** Try it **
Look through the data below. Show each line where the string "signal" occurs.

[Extracted material Boundary: Start]

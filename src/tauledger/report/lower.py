"""The lower edge: one row per coupling and bypass capacitor, with the zero that it makes."""

from __future__ import annotations

from tauledger.record import LowerBudget, PartRow, Review
from tauledger.report.layout import Block, Prose, Row, Section, Table
from tauledger.report.steps import methods, steps_in_line
from tauledger.report.wording import SOLVED, fraction, move, nominal, number, part_title, part_unit

_ROWS = 6
_KLASSES = {"capacitance": ("short", "gain"), "inductance": ("open",)}


def lower_edge(review: Review, *, verbose: bool = False) -> Section:
    """Give R, edge, zero, share and what 10 % less gives, for every capacitor in the path that is no open."""
    short = [part for part in review.parts if not part.aid and part.klass in _KLASSES.get(part.kind, ())]
    with_edge = [part for part in short if part.in_path and part.edge_hz is not None]
    rows = in_parallel(sorted(with_edge, key=lambda part: (-(part.edge_hz or 0.0), -part.value)))
    blocks: list[Block] = []
    if rows and review.f_low is not None:
        shown = rows if verbose else rows[:_ROWS]
        head = ("LOWER EDGE f_L", "value", "R", "edge", "zero", "share", "10 % less: f_L")
        table = tuple(_row(group, review.f_low.exact_hz) for group in shown)
        blocks.append(Table("lrrrrrr", head, table))
        if len(rows) > len(shown):
            blocks.append(Prose(f"Not shown: {len(rows) - len(shown)} with lower edges.", lead="  "))
    remarks = [steps_in_line(review, "f_low")] if not verbose else []
    remarks += [_sums(review.budget.lower)] if review.budget.lower and rows and verbose else []
    remarks.append(methods(review, "f_low"))
    # Whether signal passes a capacitor is known only where the budget is.
    aside = [part_title(part.name, part.owner) for part in short if not part.in_path and review.budget.lower]
    if aside:
        remarks.append(f"{', '.join(aside)} not in the signal path")
    # Coupled inductors resonate with nothing; a note speaks of them.
    tied = {
        ends for part in review.parts if part.kind == "mutual inductance" for ends in (part.nodes[:2], part.nodes[2:])
    }
    loose = [part for part in review.parts if part.kind != "mutual inductance" and part.nodes not in tied]
    for word, verb, rest in (("gain", "set", " the mid-band gain"), ("tuned", "resonate", ", neither short nor open")):
        named = [part_title(part.name, part.owner) for part in loose if part.klass == word]
        if named:
            remarks.append(f"{', '.join(named)} {verb}{'s' if len(named) == 1 else ''}{rest}")
    remarks += [f"10 % less of {group[0].name} alone" for group in rows if len(group) > 1]
    if any(group[0].resistance_hand_ohm is None for group in rows):
        remarks.append(f"{SOLVED} exact: none of the rules fits")
    if any(remarks):
        blocks.append(Prose("; ".join(filter(None, remarks)), lead="  "))
    return Section(tuple(blocks), major=True)


def in_parallel(parts: list[PartRow]) -> list[list[PartRow]]:
    """Put capacitors with the same edge and zero between the same nodes together: they are one; order kept."""
    groups: dict[tuple[frozenset[str], float | None, float | None], list[PartRow]] = {}
    for part in parts:
        groups.setdefault((frozenset(part.nodes), part.edge_hz, part.zero_hz), []).append(part)
    return list(groups.values())


def _row(group: list[PartRow], f_low: float | None) -> Row:
    part = group[0]
    less = part.ten_percent_less.f_low_hz
    change = f" ({move(less / f_low - 1.0)})" if less is not None and f_low else ""
    shares = [one.share.f_low for one in group if one.share.f_low is not None]
    names = " ‖ ".join(part_title(one.name, one.owner) for one in group)
    hand = part.resistance_hand_ohm
    resistance = number(part.resistance_exact_ohm, "Ω") + SOLVED if hand is None else number(hand, "Ω")
    zero = "at DC" if part.zero_hz == 0.0 else number(part.zero_hz, "Hz", 3)
    return Row(
        (
            names + ends(part),
            nominal(sum(one.value for one in group), part_unit(part.kind)),
            resistance,
            number(part.edge_hz, "Hz"),
            zero,
            fraction(sum(shares) if shares else None),
            number(less, "Hz") + change,
        )
    )


def ends(part: PartRow, before: str = ", ") -> str:
    """Say where a part stands, ", e to ground"; nothing of one that reaches inside a transformer."""
    if any("'" in node for node in part.nodes):
        return ""
    return before + " to ".join("ground" if node == "0" else node for node in part.nodes)


def _sums(budget: LowerBudget) -> str:
    if budget.sum_hz is None:
        return ""
    if budget.pole_sum_hz is None or number(budget.sum_hz, "Hz") == number(budget.pole_sum_hz, "Hz"):
        check = "" if budget.pole_sum_hz is None else " = -Σ p/2π"
        return f"sum over all shorts {number(budget.sum_hz, 'Hz')}{check}"
    return f"sum over all shorts {number(budget.sum_hz, 'Hz')}, -Σ p/2π {number(budget.pole_sum_hz, 'Hz')}"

[Extracted material Boundary: End]

** Result **
    # Whether signal passes a capacitor is known only where the budget is.
        remarks.append(f"{', '.join(aside)} not in the signal path")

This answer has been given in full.